My processor is at 100%, memory at 70-80% and nothing works.

The point at which CC hangs is where this is showing in the list of things on the front page:



> Waiting: P4-hkz7snaqrrsiu-tmnazqgc21gdmh7s-if-v6exp3-v6exp3-v4.netric.gstatic.com…


 
This doesn't happen with your other forums, or any other forums and websites, just CC.

To get this far I had to log on in PetChat and then open CC in a second tab. That seems to work fine.

Any thoughts?

Cheers.


----------



## Night Train (9 Mar 2013)

I have just tried it again and same problem but a different hang point.


----------



## MrJamie (9 Mar 2013)

Maybe an advert on the frontpage when you aren't logged in is causing it to hang during page rendering. Just a thought


----------



## Crackle (9 Mar 2013)

I've got similar problems on Firefox but OK on Explorer 8. Only CC, haven't tried it on another pc yet but it worked OK on my phone but Firefox hung every time including in safe mode.


----------



## phil_hg_uk (9 Mar 2013)

I had a problem earlier that all my browsers crashed as soon as I tried to come onto CC so I had to install the NoJavaScript plugin on firefox before I could get in as it kept hanging on one of the scripts Shaun has runing when I try to log into CC.


----------



## Night Train (9 Mar 2013)

phil_hg_uk said:


> I had a problem earlier that all my browsers crashed as soon as I tried to come onto CC so I had to install the NoJavaScript plugin on firefox before I could get in as it kept hanging on one of the scripts Shaun has runing when I try to log into CC.


I will try that.


----------



## Night Train (9 Mar 2013)

OK, so far so good.
CC looks different but works.

No smilies, no pop ups though.


----------



## ComedyPilot (9 Mar 2013)

I can get on here on on the phone but pc keeps crashing.
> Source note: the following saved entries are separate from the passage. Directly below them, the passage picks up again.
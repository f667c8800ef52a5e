"""What lines, contacts and free ends of a calibration show besides the sensitivities: in words and as JSON."""

from __future__ import annotations

from collections.abc import Iterator, Sequence

from shpb.calibrate.calibration import Calibrated
from shpb.calibrate.sensitivity.line_tests import LineTests
from shpb.view.summary import Json
from shpb.view.text import wrapped


def pulses_text(done: Calibrated, width: int = 80) -> list[str]:
    """A line for each striker line and shunt line, for the contact of the bars and for the free ends; may be empty."""
    said = [*_of_lines(done), *_of_contact(done), *_of_free_ends(done)]
    lines = ["PULSES AND LINES"] if said else []
    for text in said:
        lines += wrapped(text, width, first="  ", rest="    ")
    return lines


def _of_lines(done: Calibrated) -> Iterator[str]:
    for line in done.lines.lines if done.lines is not None else ():
        name, count = line.station.replace("_", " "), len(line.points)
        said = f"striker line of the {name}: {count} shot{'s' if count != 1 else ''}{_straight(line.tests)}"
        if line.momentum is not None:
            said += f"; q by momentum {line.momentum.value:.4f}, u {100 * line.u_momentum:.2f} %"
        yield said
    for check in done.shunts.checks if done.shunts is not None else ():
        name, count = check.station.replace("_", " "), len(check.points)
        worst = max(abs(point.gain_ratio / check.mean.value - 1) for point in check.points)
        yield (
            f"shunts of the {name}: {count}, excitation and gain {100 * (check.mean.value - 1):+.2f} % of what is "
            f"stated, apart by up to {100 * worst:.2f} %{_straight(check.tests)}"
        )


def _straight(tests: LineTests) -> str:
    said = ""
    if tests.intercept is not None and tests.u_intercept is not None:
        said += f"; intercept {1e6 * tests.intercept:+.1f} microstrain, u {1e6 * tests.u_intercept:.1f}"
    if tests.curvature is not None and tests.u_curvature is not None:
        said += f"; curvature {100 * tests.curvature:+.2f} %, u {100 * tests.u_curvature:.2f}"
    return said


def _of_contact(done: Calibrated) -> Iterator[str]:
    if done.compared is None:
        return
    for ratio in done.compared.ratios:
        delays = [1e9 * shot.delay_s for shot in ratio.shots]
        yield (
            f"{ratio.station.replace('_', ' ')} laid on the {ratio.reference.replace('_', ' ')}: {len(ratio.shots)} "
            f"times, apart by {_range(delays, '.0f')} ns and up to "
            f"{100 * max(shot.rms for shot in ratio.shots):.2f} % of the peak (RMS)"
        )
    reflections = done.compared.reflections
    if reflections:
        yield (
            f"contact of the bars sends back {_range([100 * one.share for one in reflections], '+.2f')} % of the "
            f"pulse, expected {100 * reflections[0].expected:+.2f} %"
        )


def _of_free_ends(done: Calibrated) -> Iterator[str]:
    ends = done.compared.free_ends if done.compared is not None else ()
    for station in dict.fromkeys(one.station for one in ends):
        shares = [100 * one.ratio for one in ends if one.station == station]
        yield f"a free end returns {_range(shares, '.2f')} % of the pulse at the {station.replace('_', ' ')}"


def _range(values: Sequence[float], form: str) -> str:
    low, high = format(min(values), form), format(max(values), form)
    return low if low == high else f"{low} to {high}"


def pulses_json(done: Calibrated) -> Json:
    """The same for other programs; ratios are shares, times in seconds."""
    lines = done.lines.lines if done.lines is not None else ()
    checks = done.shunts.checks if done.shunts is not None else ()
    compared = done.compared
    return {
        "striker_lines": [
            {
                "station": line.station,
                "q": line.q,
                "u": line.u_q,
                "q_by_momentum": None if line.momentum is None else line.momentum.value,
                "u_relative_by_momentum": None if line.momentum is None else line.u_momentum,
                **_tests(line.tests),
                "points": [
                    {
                        "shot_id": point.shot_id,
                        "speed_m_s": point.speed_m_s,
                        "expected_strain": point.expected,
                        "stated_strain": point.stated,
                    }
                    for point in line.points
                ],
            }
            for line in lines
        ],
        "shunts": [
            {
                "station": check.station,
                "gain_ratio": check.mean.value,
                **_tests(check.tests),
                "points": [
                    {
                        "shot_id": p.shot_id,
                        "shunt_ohm": p.shunt_ohm,
                        "simulated_strain": p.expected,
                        "stated_strain": p.stated,
                    }
                    for p in check.points
                ],
            }
            for check in checks
        ],
        "contacts": [
            {"shot_id": one.shot_id, "reflected_share": one.share, "u": one.u_share, "expected": one.expected}
            for one in (compared.reflections if compared is not None else ())
        ],
        "free_ends": [
            {"shot_id": one.comparison.shot_id, "station": one.station, "ratio": one.ratio, "u": one.u_ratio}
            for one in (compared.free_ends if compared is not None else ())
        ],
    }


def _tests(tests: LineTests) -> Json:
    names = ("intercept", "u_intercept", "curvature", "u_curvature")
    return {name: getattr(tests, name) for name in names}
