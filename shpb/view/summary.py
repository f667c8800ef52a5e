"""The result of one shot for other programs: names and numbers without curves, strict JSON.

Key names carry SI units. A number that is not known is null. ``schema_version`` grows when a key changes
its meaning or goes; new keys may come at any time.
"""

from __future__ import annotations

import json
import math
from collections.abc import Mapping
from typing import TYPE_CHECKING, Any

from shpb.errors import FileMistakes, ShpbError
from shpb.limits import USUAL, set_by_lab
from shpb.pulse.pulse import Pulse
from shpb.record.record import Record, Source
from shpb.reduction import ShotResult
from shpb.response.equilibrium import R_DEFINITION, Equilibrium
from shpb.rig.calibration import Calibration
from shpb.trust.budget import ALL_OUTPUTS, COVERAGE_FACTOR, flow_stress_uncertainty_pa
from shpb.version import VERSION
from shpb.view.by_hand_words import by_hand_json
from shpb.view.forward_words import closure_json, corrections_json
from shpb.view.wording import cutoff_fa_c0, formulas, verdict_sentence

if TYPE_CHECKING:
    from shpb.trust.draws import Draws

SCHEMA_VERSION = 1


def head(schema: str) -> Json:
    """What every JSON of the program begins with."""
    return {"schema": schema, "schema_version": SCHEMA_VERSION, "program_version": VERSION}


Json = dict[str, Any]


def shot_json(result: ShotResult) -> Json:
    """Return the summary of one shot, fit for ``json.dumps(..., allow_nan=False)``."""
    sheet, response = result.sheet, result.response
    specimen = sheet.specimen
    counted = slice(*(response.span or response.loading))
    summary = {
        **head("shpb shot"),
        "shot_id": sheet.shot_id,
        "verdict": result.verdict.value,
        "verdict_in_words": verdict_sentence(result),
        "kind": sheet.kind.value,
        "date": sheet.date,
        "temperature_k": sheet.temperature_k,
        "striker_speed_m_s": sheet.striker_speed_m_s,
        "specimen": {
            "material": specimen.material,
            "diameter_m": specimen.diameter_m,
            "length_m": specimen.length_m,
            "length_after_m": specimen.length_after_m,
        },
        "inputs": {
            "records": [
                _source(source) for source in result.record.sources
            ],
            "rig": result.rig.source,
            "sheet": sheet.source,
            "calibration": calibration_json(result.rig.calibration),
        },
        "counts": _span(result),
        "uncertainty": _uncertainty(result),
        "strain_rate": _rate(result),
        "equilibrium": _equilibrium(response.equilibrium),
        "equilibrium_without_tuning": None
        if response.untuned_equilibrium is None
        else _equilibrium(response.untuned_equilibrium),
        "flow": [
            {
                "at_strain": flow.at_strain,
                "strain_kind": "true plastic" if flow.plastic else "total true",
                "true_stress_pa": flow.stress_pa,
                "true_strain_rate_per_s": flow.rate_per_s,
            }
            for flow in response.flow
        ],
        "yield_back_extrapolated_pa": response.yield_back_extrapolated_pa,
        "apparent_slope_pa": response.apparent_slope_pa,
        "indentation_strain": float(response.indentation_strain[counted].max()),
        "corrections": corrections_json(result),
        "greatest_temperature_rise_k": None
        if response.heating_k is None
        else float(response.heating_k.max()),
        "closure": closure_json(result),
        "work_at_faces_j": response.balance.work_j,
        "work_in_specimen_j": response.balance.specimen_work_j,
        "incident_impulse_n_s": response.balance.incident_impulse_n_s,
        "striker_momentum_n_s": response.balance.striker_momentum_n_s,
        "pulses": {pulse.name: _pulse(pulse) for pulse in result.pulses},
        "by_hand": by_hand_json(result.by_hand),
        "processing": _processing(result),
        "remarks": [*result.record.remarks, *result.pulses.remarks],
        "limits_set_by_lab": {
            name: {"limit": getattr(result.settings.limits, name), "usual": getattr(USUAL, name)}
            for name in set_by_lab(result.settings.limits)
        },
        "findings": [
            {
                "check": f.check,
                "weight": f.weight.value,
                "measured": f.measured,
                "limit": f.limit,
                "source": f.source,
                "action": f.action,
            }
            for f in result.findings
        ],
    }  # fmt: skip
    return _plain(summary)  # type: ignore[no-any-return]


def calibration_json(calibration: Calibration | None) -> Json | None:
    """Which calibration, for other programs; None where there is none."""
    if calibration is None:
        return None
    return {
        "name": calibration.name,
        "rig": calibration.rig,
        "date": calibration.date,
        "holds_days": calibration.holds_days,
        "sha256": calibration.sha256,
        "file": calibration.source,
    }


def record_json(record: Record) -> Json:
    """Return what a record holds: files, clock, channels and their extremes, remarks."""
    return _plain(  # type: ignore[no-any-return]
        {
            **head("shpb record"),
            "records": [_source(source) for source in record.sources],
            "samples": record.samples,
            "sample_interval_s": record.sample_interval_s,
            "start_s": record.start_s,
            "channels": [
                {"position": position, "name": name, "least_v": float(v.min()), "greatest_v": float(v.max())}
                for position, (name, v) in enumerate(zip(record.channels, record.voltage_v, strict=True), 1)
            ],
            "remarks": record.remarks,
        }
    )


def error_json(error: BaseException) -> Json:
    """Return an error as an object: what is wrong, where, and the mend."""
    said: Json = {"kind": type(error).__name__, "message": str(error)}
    if isinstance(error, ShpbError):
        said |= {"what": error.what, "where": error.where, "mend": error.mend}
    check = getattr(error, "check", None)
    if isinstance(check, str):
        said["check"] = check
    if isinstance(error, FileMistakes):
        said["mistakes"] = [
            {"file": m.file, "key": m.key, "found": m.found, "expected": m.expected, "mend": m.mend}
            for m in error.mistakes
        ]
    return _plain(  # type: ignore[no-any-return]
        {**head("shpb error"), "error": said}
    )


def json_text(content: object) -> str:
    """Return strict JSON in ASCII, whatever the console's encoding."""
    return json.dumps(_plain(content), indent=2, allow_nan=False)


def _source(source: Source) -> Json:
    return {
        "name": source.name,
        "sha256": source.sha256,
        "size_bytes": source.size_bytes,
        "reader": source.reader,
    }


def _span(result: ShotResult) -> Json | None:
    response = result.response
    if response.span is None or response.strain_span is None:
        return None
    start, stop = response.span
    return {
        "from_true_strain": response.strain_span[0],
        "to_true_strain": response.strain_span[1],
        "from_time_s": response.time_s[start],
        "to_time_s": response.time_s[stop - 1],
    }


def _uncertainty(result: ShotResult) -> Json:
    """Standard uncertainties at the middle of what counts, of flow stresses, and the ranked budget."""
    span = result.response.span or result.response.loading
    middle, budget = (span[0] + span[1]) // 2, result.budget
    ratio = result.response.equilibrium.ratio
    unit = {"stress": "_pa", "strain": "", "strain_rate": "_per_s"}

    def at_middle(values: Mapping[str, Any]) -> Json:
        named = ((name.rsplit("_", 1), array) for name, array in values.items())
        return {f"u_{what}_{wave}{unit[what]}": float(array[middle]) for (what, wave), array in named}

    return {
        "at_mid_span": at_middle(budget.u),
        "shared_by_all_shots_at_mid_span": at_middle(budget.u_shared),
        "u_flow_stress_pa": list(
            flow_stress_uncertainty_pa(budget, result.response, result.sheet.specimen.young_modulus_pa)
        ),
        "coverage_factor": COVERAGE_FACTOR,
        "equilibrium_ratio_at_mid_span": {
            "u_by_all_sources": float(budget.u_force_difference[middle]),
            "interval": [float(end[middle]) for end in budget.interval("force_difference", ratio)],
        },
        "draws": None if result.draws is None else _draws(result.draws, middle),
        "budget": [
            {
                "source": line.source,
                "shared": line.shared,
                "assumed": line.assumed,
                "note": line.note,
                "share_of_variance": {
                    f"of_{name}": share for name, share in zip(ALL_OUTPUTS, line.share, strict=True)
                },
            }
            for line in budget.contributions
        ],
    }


def _draws(draws: Draws, middle: int) -> Json:
    """What the draws give at mid-span, and for the flow stresses."""
    from shpb.trust.drawn_curves import CURVES

    units = {"stress": "_pa", "rate": "_per_s"}

    def unit(curve: str) -> str:
        return next((end for word, end in units.items() if word in curve.split("_")), "")

    return {
        "draws": draws.draws,
        "seed": draws.seed,
        "probability": draws.probability,
        "settled": draws.settled,
        "at_mid_span": {
            f"{which}_{curve}{unit(curve)}": float(draws.of(which, curve)[middle])
            for curve in CURVES
            for which in ("mean", "u", "low", "high")
        },
        "flow": [
            {
                "at_strain": point.at_strain,
                "mean_pa": point.mean_pa,
                "u_pa": point.u_pa,
                "low_pa": point.low_pa,
                "high_pa": point.high_pa,
            }
            for point in draws.flow
        ],
    }


def _rate(result: ShotResult) -> Json:
    rate = result.response.rate
    return {
        "over": "what counts" if result.response.span else "the whole loading",
        "mean_per_s": rate.mean_per_s,
        "mean_true_per_s": rate.mean_true_per_s,
        "median_per_s": rate.median_per_s,
        "least_per_s": rate.least_per_s,
        "greatest_per_s": rate.greatest_per_s,
        "variation": rate.variation,
        "slope": rate.slope,
    }


def _equilibrium(equilibrium: Equilibrium) -> Json:
    return {
        "outcome": equilibrium.outcome.value,
        "definition": R_DEFINITION,
        "limit": equilibrium.limit,
        "mean_ratio": equilibrium.mean_ratio,
        "floor": equilibrium.typical_floor,
        "true_strain_at_start": equilibrium.strain_at_start,
        "share_within": equilibrium.share_within,
        "nrms": equilibrium.nrms,
        "impulse_ratio": equilibrium.impulse_ratio,
        "reverberations": equilibrium.reverberations,
    }


def _pulse(pulse: Pulse) -> Json:
    foot, automatic = pulse.foot, pulse.automatic_foot
    return {
        "window_start_s": pulse.window_s[0],
        "window_end_s": pulse.window_s[1],
        "automatic_window_start_s": pulse.automatic_window_s[0],
        "automatic_window_end_s": pulse.automatic_window_s[1],
        "foot_s": None if foot is None else foot.time_s,
        "u_foot_s": None if foot is None else foot.u_time_s,
        "automatic_foot_s": None if automatic is None else automatic.time_s,
        "set_by_hand": pulse.set_by_hand,
        "noise_strain": pulse.noise,
    }


def _processing(result: ShotResult) -> Json:
    faces = result.faces
    return {
        "waves": result.settings.waves.value,
        "dispersion": result.settings.dispersion.value,
        "alignment": result.settings.alignment.value,
        "analysis": result.response.analysis.value,
        "formulas": formulas(result),
        "low_pass_cutoff_hz": faces.low_pass.cutoff_hz,
        "low_pass_cutoff_fa_c0": cutoff_fa_c0(result),
        "record_time_of_zero_s": faces.record_time_of_zero_s,
        "reflected_misalignment_s": faces.reflected_misalignment_s,
        "transmitted_misalignment_s": faces.transmitted_misalignment_s,
        "u_misalignment_s": faces.u_misalignment_s,
        "reflected_shift_s": faces.reflected_shift_s,
        "transmitted_shift_s": faces.transmitted_shift_s,
    }


def _plain(value: object) -> Any:
    """Numbers, text, lists and dicts only; null for a number that is not finite."""
    if isinstance(value, Mapping):
        return {str(key): _plain(item) for key, item in value.items()}
    if isinstance(value, list | tuple):
        return [_plain(item) for item in value]
    if value is None or isinstance(value, bool | int):
        return value
    if isinstance(value, float):  # numpy's double and Quantity are floats
        return float(value) if math.isfinite(value) else None
    # Half a surrogate pair, from a file name that is no UTF-8, is not text that JSON readers take.
    return str(value).encode("utf-8", "backslashreplace").decode("utf-8")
Windows XP Firefox and latest Flash player.


----------



## phil_hg_uk (9 Mar 2013)

Night Train said:


> OK, so far so good.
> CC looks different but works.
> 
> No smilies, no pop ups though.



if you right mouse click you can allow and disallow individual javascripts on the site.


----------



## Night Train (9 Mar 2013)

phil_hg_uk said:


> if you right mouse click you can allow and disallow individual javascripts on the site.


Yes, just been doing that on CC and other sites.
It is looking better.
Don't really understand what it is doing but it is doing it fine now, I think.
Thank you.


----------



## Night Train (9 Mar 2013)

ComedyPilot said:


> I can get on here on on the phone but pc keeps crashing. Windows XP Firefox and latest Flash player.


Sounds like the same thing I was getting.


----------



## ComedyPilot (9 Mar 2013)

Just tried to get in again and it locked my pc up, so I've turned it off and gone to bed to listen to music and read Kerrang.


----------



## Rickshaw Phil (9 Mar 2013)

I've been having trouble all day too. It's fine once logged in but logging in is very difficult as it just freezes and won't respond. I've got in this time by logging in to 4 of Shaun's other sites before this one would open.

What's going on?


----------



## Andy_R (9 Mar 2013)

Dodgy script in one of the add ons. Normal service will be resumed soon....I hope....


----------



## compo (10 Mar 2013)

Unable to use CC on my wife's computer (tower) but no problems on my laptop. My wife runs XP Pro and Firefox while I use W7 and Firefox. It works fine on my wife's computer in Internet Explorer, it is only Firefox with a problem.

Sorry to say this but I am glad others are also having the same problems. I thought it was a problem with us but knowing it isn't only us is reassuring.


----------



## Octet (10 Mar 2013)

I've had similar issues, I had to disable JS to get on the site.
It seems to be an issue regarding viglink.com, I shall inspect further and see what is causing it and report back if I find anything new, in the mean time hopefully one of the admins can resolve the problem.

Firefox 19.0.2


----------



## StuAff (10 Mar 2013)

Same issue with JavaScript on both Safari & FF (Mac OS X). Fine after I've logged in.


----------



## Shaun (10 Mar 2013)

I enabled an extra feature to Viglink on Friday night which seems to have caused the problem. It was only intended to display to guests, but of course impacts on members who are not logged in too.

I've disabled it now, so do a forced re-load of CC (CTRL + F5) and it should fix it.


----------



## 172traindriver (10 Mar 2013)

Nice one Shaun, after the same problems that others were having I gave up last night. Just tried and straight in. Cheers


----------



## StuAff (10 Mar 2013)

Sorted here too, browsing as guest now no problem, and no need to disable anything to get signed in. Thanks Shaun.


----------



## derrick (10 Mar 2013)

Working fine today.


----------



## ComedyPilot (10 Mar 2013)

I am back in, so breathe a sigh of relief.....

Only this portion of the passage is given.